The “eleventh-hour” agreement between the Scottish Government and Green Party to secure the Scottish Budget would have been too rushed to conform with its proposed framework for introducing new taxes, the Chartered Institute of Taxation has said.
The Scottish Government is proposing an 18-month window for identifying and developing new tax policies, a move supported by the CIOT and the Association of Taxation Technicians (ATT).
In its response to the Scottish Government consultation Devolved Taxes: A policy framework1, the CIOT said that plans to introduce a tourist tax and workplace parking levy would have been too significant a change in too short a timescale to go along with the government’s planned timescale for implementing new taxes.
It said last minute agreements could restrict parliamentary scrutiny and limit the time available to reach agreement2. The CIOT also recommended that the government consider extending the process to give politicians and stakeholders the chance to study possible new taxes before they are considered as part of a legislative programme3.
This process could help ensure that minority governments are able to reach agreement with other parties on tax changes while also preventing unexpected changes from being railroaded through by any future majority government.
The CIOT and ATT also reiterated their support for the introduction of a Scottish Finance Bill as a means of establishing a regular legislative mechanism for making changes to tax policy.

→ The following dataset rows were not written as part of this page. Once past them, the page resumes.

def parse_options(line: str, file: str | None = None, line_no: int | None = None) -> Options:
    """The option line's fields (text after '#', comment removed), defaults per Touchstone 1.1."""
    tokens = line.split()
    values: dict = {}
    i = 0
    while i < len(tokens):
        tok = tokens[i].lower()
        if tok in FREQUENCY_UNITS:
            key, value = "frequency_factor", FREQUENCY_UNITS[tok]
        elif tok in PARAMETERS:
            key, value = "parameter", tok
        elif tok in ("h", "g"):
            raise SweepError(f"the option line names {tok.upper()} parameters, which exist only for "
                             "2-ports; a 1-port sweep holds S, Y or Z", file=file, line=line_no)
        elif tok in FORMATS:
            key, value = "format", tok
        elif tok == "r":
            if i + 1 >= len(tokens):
                raise SweepError("the option line's R needs the reference resistance after it "
                                 "('R 50')", file=file, line=line_no)
            i += 1
            value = _number(tokens[i], file, line_no, "the reference resistance")
            if not value > 0:
                raise SweepError(f"the reference resistance must be above 0 ohm, got {tokens[i]}",
                                 file=file, line=line_no)
            key = "resistance_ohm"
        else:
            raise SweepError(f"the option line has '{tokens[i]}', which is none of Hz kHz MHz GHz, "
                             "S Y Z, RI MA DB or R n", file=file, line=line_no)
        if key in values:
            raise SweepError(f"the option line gives the {key.split('_')[0]} twice", file=file,
                             line=line_no)
        values[key] = value
        i += 1
    return Options(**values)


def _number(token: str, file, line_no, what: str) -> float:
    try:
        value = float(token)
    except ValueError:
        raise SweepError(f"'{token}' is not a number ({what})", file=file, line=line_no) from None
    if not math.isfinite(value):
        raise SweepError(f"'{token}' is not a finite number ({what})", file=file, line=line_no)
    return value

Alexander Garden, chair of the CIOT Scottish Technical Committee, said:
“The political make-up of the current Scottish Parliament makes it inevitable that parties need to find consensus, but it is also important that there is a structured process in place to develop new tax policy and legislation.
“To lessen the need for last minute agreements that can lack proper parliamentary scrutiny, the government should consider consulting at an even earlier stage, giving stakeholders the chance to examine new ideas before there is a cast-iron commitment to introducing new legislation.
“Following such a process will also bring benefits in cases where there is a parliamentary majority, as it will ensure proper consultation and scrutiny and help to prevent unexpected changes from being railroaded through.
“This can help to deliver a tax regime that is fair, simple and certain and that avoids unintended consequences for all stakeholders, including taxpayers and government”.
On proposals for a Scottish Finance Bill, Senga Prior, ATT’s Scottish spokesperson, said:
“The introduction of an annual Finance Bill would go some way towards improving the scrutiny, visibility and accountability of tax decisions made by Holyrood.
“At this stage, when there are only two fully devolved taxes, a Scottish Finance Bill would not necessarily have to be a substantial document. But it does help to establish a structure and a regular cycle for making changes to tax legislation, something that will become necessary if and when further taxes are devolved”.
Notes to editors
- A copy of the CIOT’s response to the consultation, Devolved Taxes: A policy framework, can be found here. A copy of ATT’s submission can be also be read by clicking on this link.
- The Budget (Scotland) (No. 3) Bill was passed on 29 March 2019 (date of Royal Assent); the amendment to the Transport (Scotland) Bill was proposed and the public survey launched on 9 May 2019, 11 weeks after the Budget Bill became law. The public survey closed on 20 May 2019, providing just 11 days for public consultation.
- The Better Budgets report, published in 2017 by the CIOT, Institute for Government and Institute for Fiscal Studies, recommended that in the UK, “Chancellors should make an early statement in a new Parliament to spell out their priorities for, and approach to, the tax system (while retaining some flexibility to respond to events). This should deter them from falling into ad hoc approaches”.